··· Provided entries ···

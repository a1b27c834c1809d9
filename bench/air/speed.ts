import type { Options } from './options';

export async function printSpeed(options: Options): Promise<void> {
  console.log(options.coaches);
}
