import { describe, expect, it } from 'vitest';
import type { TraceSample } from '~/fill/replay';
import type { WireEvent } from '~/fill/wire-events';
import type { ReviewEntry, ReviewTrace } from './review-model';
import { chartOf, linesOf, sampleAt } from './review-view';

const spread = (kpa: number) => ({ p10: kpa - 10, p50: kpa, p90: kpa + 10 });
const sample = (at: number, supply: number, tire: number): TraceSample => ({
  at,
  supplyKpa: spread(supply),
  tireKpa: spread(tire),
});

let seq = 0;
type Said = Record<string, unknown> & { type: WireEvent['type'] };
function entry(at: number, event: Said, use: ReviewEntry['use'] = 'used'): ReviewEntry {
  seq += 1;
  const stamp = { id: `e${seq}`, atMs: at * 1000, deviceSeq: seq, offsetMs: 0, suspect: false };
  const deviceTime = '2026-11-14T16:00:00.000Z';
  return { seq, side: 'wheel', use, event: { ...stamp, deviceTime, ...event } as WireEvent };
}

const traceOf = (samples: TraceSample[], entries: ReviewEntry[]): ReviewTrace => ({
  startedAt: new Date('2026-11-14T16:12:05Z'),
  timeZone: 'America/Denver',
  valve: false,
  targetKpa: 720,
  samples,
  entries,
});

const on = (at: number) => entry(at, { type: 'chuck', on: true });
const off = (at: number) => entry(at, { type: 'chuck', on: false });

describe('the chart of a fill', () => {
  it('hatches only while the chuck is on and the supply is below the tire', () => {
    const samples = [sample(0, 650, 700), sample(10, 650, 700), sample(30, 750, 700)];
    const { points } = chartOf(traceOf(samples, [on(10), off(30)]));
    const hatched = points.filter(({ lack }) => lack !== null).map(({ at }) => at);
    // From 650 to 750 in 20 s: the supply meets the tire's 700 halfway.
    expect(hatched).toEqual([10, 20]);
  });

  it('hatches nothing while the chuck is off', () => {
    const samples = [sample(0, 600, 700), sample(60, 620, 700)];
    expect(chartOf(traceOf(samples, [])).points.every(({ lack }) => lack === null)).toBe(true);
  });

  it('has a point at each edge of a hold', () => {
    const samples = [sample(0, 750, 700), sample(60, 760, 710)];
    const { points, onSpans } = chartOf(traceOf(samples, [on(13), on(15), off(42)]));
    expect(onSpans).toEqual([{ from: 13, to: 42 }]);
    expect(points.map(({ at }) => at)).toEqual([0, 13, 42, 60]);
  });

  it('draws only what counted', () => {
    const reading = { type: 'supply-reading', source: 'dash-gauge', kpa: 640 } as const;
    const entries = [
      entry(1, reading),
      entry(2, reading, 'taken-back'),
      entry(9, reading, 'after-end'),
    ];
    const { readings } = chartOf(traceOf([sample(0, 640, 700), sample(5, 640, 700)], entries));
    expect(readings).toEqual([{ at: 1, kpa: 640, kind: 'dash-gauge' }]);
  });

  it('names a call once when it is said twice in a row', () => {
    const said = (at: number, call: string) => entry(at, { type: 'call-shown', call });
    const entries = [said(0, 'wait'), said(1, 'wait'), said(4, 'chuck-on'), said(9, 'wait')];
    const { calls } = chartOf(traceOf([sample(0, 700, 700), sample(9, 700, 700)], entries));
    expect(calls.map(({ at, words }) => `${at} ${words}`)).toEqual([
      '0 Wait',
      '4 Put it on',
      '9 Wait',
    ]);
  });

  it('keeps the edges of a very unsure estimate within what a pressure can be', () => {
    const wild = { at: 0, supplyKpa: { p10: -1e12, p50: 700, p90: 1e12 }, tireKpa: spread(700) };
    expect(chartOf(traceOf([wild], [])).points[0]?.band).toEqual([0, 1400]);
  });
});

describe('the table of a fill', () => {
  it('says what happened in words, with what was read and the estimate of that time', () => {
    const entries = [
      entry(5, { type: 'supply-reading', source: 'wheel-gauge', kpa: 655 }),
      entry(10, { type: 'call-shown', call: 'chuck-off' }),
      entry(20, { type: 'ended', how: 'stopped' }, 'already-ended'),
    ];
    const lines = linesOf(traceOf([sample(0, 600, 700), sample(10, 700, 710)], entries), 'psi');
    expect(lines.map(({ words, kpa, unused }) => ({ words, kpa, unused }))).toEqual([
      { words: 'Read the gauge at the wheel', kpa: 655, unused: undefined },
      { words: '“Take it off”', kpa: undefined, unused: undefined },
      { words: 'Ended before it was done', kpa: undefined, unused: 'already ended, not used' },
    ]);
    expect(lines[0]).toMatchObject({ supply: { p50: 650 }, tire: 705 });
    expect(lines[0]?.clockAt).toEqual(new Date('2026-11-14T16:12:10Z'));
    expect(lines[2]?.supply).toBeUndefined();
  });

  it('names what was taken back', () => {
    const tap = entry(3, { type: 'cut-out' }, 'taken-back');
    const undo = entry(4, { type: 'taken-back', of: tap.event.id });
    const lines = linesOf(traceOf([], [tap, undo]), 'psi');
    expect(lines[0]?.unused).toBe('taken back');
    expect(lines[1]?.words).toBe('Took back: It purged');
  });
});

describe('the estimate between two samples', () => {
  it('lies on a straight line, and is unknown outside of them', () => {
    const samples = [sample(0, 600, 700), sample(10, 700, 710)];
    expect(sampleAt(samples, 2.5)?.supplyKpa.p50).toBe(625);
    expect(sampleAt(samples, 11)).toBeUndefined();
    expect(sampleAt([], 0)).toBeUndefined();
  });
});
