import { useId } from 'react';
import {
  Area,
  CartesianGrid,
  ComposedChart,
  Line,
  ReferenceArea,
  ReferenceLine,
  XAxis,
  YAxis,
  ZIndexLayer,
} from 'recharts';
import { formatPressure, gaugeKpa, type PressureUnit } from '~/units';
import { drawnRange, pressureTicks, timeTicks } from './axis-ticks';
import { ChartCalls } from './chart-calls';
import { belowPlot, frameFor } from './chart-frame';
import { ChartHolds, ChartNames, ChartReadings } from './chart-marks';
import { sinceStart } from './review-time';
import type { ChartView } from './review-view';

export interface ReviewChartProps {
  view: ChartView;
  unit: PressureUnit;
  /** Of the room that is reserved for it, px. */
  width: number;
  height: number;
}

/** Above readings and curves of the library's own layers. */
const onTop = 1000;

/**
 * The recorded trace. This module alone brings the chart library; only `review-figure.tsx` loads
 * it, after the page has come.
 */
export function ReviewChart({ view, unit, width, height }: ReviewChartProps) {
  const hatch = useId();
  const frame = frameFor(width);
  const ticks = pressureTicks(...drawnRange(view), unit);
  return (
    <ComposedChart
      accessibilityLayer={false}
      className="review-chart"
      width={width}
      height={height}
      data={view.points}
      margin={{ top: frame.top, right: frame.right, bottom: belowPlot(frame), left: 0 }}
    >
      <defs>
        <pattern id={hatch} width={9} height={9} patternUnits="userSpaceOnUse">
          <path className="review-hatch" d="M-2 11L11-2M-2 2L2-2M7 11L11 7" />
        </pattern>
      </defs>
      <CartesianGrid vertical={false} />
      {view.onSpans.map(({ from, to }) => (
        <ReferenceArea key={from} x1={from} x2={to} className="review-on" />
      ))}
      <Area dataKey="band" className="review-band" stroke="none" {...still} />
      <Area
        dataKey="lack"
        className="review-lack"
        stroke="none"
        {...still}
        fill={`url(#${hatch})`}
      />
      <ReferenceLine y={view.targetKpa} className="review-target" />
      <Line dataKey="supply" className="review-supply" {...still} />
      <Line dataKey="tire" className="review-tire-edge" {...still} />
      <Line dataKey="tire" className="review-tire" {...still} />
      <XAxis
        dataKey="at"
        type="number"
        domain={[0, view.until]}
        ticks={timeTicks(view.until, frame.mostTimes)}
        tickFormatter={sinceStart}
        tickMargin={frame.holds + 2}
        tickLine={false}
        height={1}
        interval={0}
        tick={inInk}
        fontSize={frame.letters}
      />
      <YAxis
        type="number"
        domain={[ticks[0]!, ticks.at(-1)!]}
        allowDataOverflow
        ticks={ticks}
        tickFormatter={(kpa: number) => axisFigure(kpa, unit)}
        width={frame.left}
        tickLine={false}
        axisLine={false}
        interval={0}
        tick={inInk}
        fontSize={frame.letters}
      />
      <text className="review-unit" x={0} y={14} fontSize={frame.letters}>
        {unit}
      </text>
      <ZIndexLayer zIndex={onTop}>
        <ChartHolds spans={view.onSpans} frame={frame} />
        <ChartNames view={view} frame={frame} />
        <ChartReadings view={view} frame={frame} />
        <ChartCalls calls={view.calls} frame={frame} />
      </ZIndexLayer>
    </ComposedChart>
  );
}

/** The library's own grey is too weak in both themes. */
const inInk = { fill: 'var(--ink)' };

const still = {
  type: 'linear',
  dot: false,
  activeDot: false,
  isAnimationActive: false,
  tooltipType: 'none',
} as const;

const axisFigure = (kpa: number, unit: PressureUnit) =>
  formatPressure(gaugeKpa(kpa), unit, {
    digits: unit === 'bar' ? 1 : 0,
    withUnit: false,
  });
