import { QueryTypes } from 'sequelize';
import type { Actor } from '~/access/can';
import type { Ending } from '~/fill/wire-events';
import { type WheelPosition, wheelPositions } from '~/loads';
import { sequelize } from '~/models/database.server';
import { requireCoach } from './coach-access.server';

/** What a gauge showed in a cold check, with the target of that day. Gauge kPa. */
export interface PastReading {
  position: WheelPosition;
  kpa: number;
  targetKpa: number;
  warm: boolean;
}

export interface PastFill {
  id: string;
  position: WheelPosition;
  startedAt: Date;
  /** How it ended; null while it is open. */
  how: Ending | null;
  /** What the tire was last gauged at, kPa. */
  endKpa: number | null;
}

export interface PastRound {
  id: string;
  place: string;
  startedAt: Date;
  timeZone: string;
  ambientC: number;
  closed: boolean;
  /** Front first. */
  readings: PastReading[];
  fills: PastFill[];
}

export interface History {
  rounds: PastRound[];
  /** Counted from 1. */
  page: number;
  pages: number;
}

/** Rounds on one page: half a year of a careful owner. */
export const roundsOnPage = 8;

/**
 * A coach's rounds, newest first, with what was read and filled.
 * @param page counted from 1; beyond the last one is the last one
 * @throws Refusal `coach-not-found`; `not-allowed` to those who may not see the log
 */
export async function loadHistory(actor: Actor, coachId: string, page: number): Promise<History> {
  await requireCoach(actor, 'log:see', coachId);
  const [counted] = await select<{ count: number }>(
    'SELECT count(*)::integer AS count FROM rounds WHERE coach_id = :coachId',
    { coachId },
  );
  const pages = Math.max(1, Math.ceil((counted?.count ?? 0) / roundsOnPage));
  const shown = Math.min(Math.max(1, page), pages);
  const rounds = await select<Omit<PastRound, 'readings' | 'fills'>>(
    `SELECT id, place, started_at AS "startedAt", time_zone AS "timeZone",
       ambient_c AS "ambientC", closed_at IS NOT NULL AS closed
     FROM rounds WHERE coach_id = :coachId
     ORDER BY started_at DESC, id LIMIT :limit OFFSET :offset`,
    { coachId, limit: roundsOnPage, offset: (shown - 1) * roundsOnPage },
  );
  return { rounds: await withContents(rounds), page: shown, pages };
}

async function withContents(rounds: Omit<PastRound, 'readings' | 'fills'>[]): Promise<PastRound[]> {
  if (rounds.length === 0) return [];
  const roundIds = rounds.map(({ id }) => id);
  const [readings, fills] = await Promise.all([readingsOf(roundIds), fillsOf(roundIds)]);
  return rounds.map((round) => ({
    ...round,
    readings: readings.filter(({ roundId }) => roundId === round.id).sort(frontFirst),
    fills: fills.filter(({ roundId }) => roundId === round.id),
  }));
}

const frontFirst = (left: PastReading, right: PastReading) =>
  wheelPositions.indexOf(left.position) - wheelPositions.indexOf(right.position);

/** The newest reading of each tire in each round. */
const readingsOf = (roundIds: string[]) =>
  select<PastReading & { roundId: string }>(
    `SELECT DISTINCT ON (round_id, tire_id) round_id AS "roundId", position,
       pressure_kpa AS kpa, target_kpa AS "targetKpa", warm
     FROM cold_readings WHERE round_id IN (:roundIds)
     ORDER BY round_id, tire_id, read_at DESC, id`,
    { roundIds },
  );

/** Each fill with its end, and the last reading of its tire that was not taken back. */
const fillsOf = (roundIds: string[]) =>
  select<PastFill & { roundId: string }>(
    `SELECT runs.id, round_id AS "roundId", position, started_at AS "startedAt",
       ended.body ->> 'how' AS how, gauged.kpa AS "endKpa"
     FROM runs
     LEFT JOIN run_events AS ended ON ended.run_id = runs.id AND ended.seq = ended_seq
     LEFT JOIN LATERAL (
       SELECT (body ->> 'kpa')::double precision AS kpa FROM run_events AS reading
       WHERE reading.run_id = runs.id AND type = 'tire-reading'
         AND at_ms <= coalesce(ended.at_ms, at_ms)
         AND NOT EXISTS (
           SELECT 1 FROM run_events AS undo
           WHERE undo.run_id = runs.id AND undo.type = 'taken-back'
             AND undo.body ->> 'of' = reading.id::text)
       ORDER BY at_ms DESC, seq DESC LIMIT 1
     ) AS gauged ON true
     WHERE round_id IN (:roundIds) ORDER BY started_at`,
    { roundIds },
  );

const select = <Row extends object>(sql: string, replacements: Record<string, unknown>) =>
  sequelize.query<Row>(sql, { replacements, type: QueryTypes.SELECT });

···

- **About this task**
In the entries above, some lines hold the string "withContents". Copy each of them.

- **Expected answer**
  return { rounds: await withContents(rounds), page: shown, pages };
async function withContents(rounds: Omit<PastRound, 'readings' | 'fills'>[]): Promise<PastRound[]> {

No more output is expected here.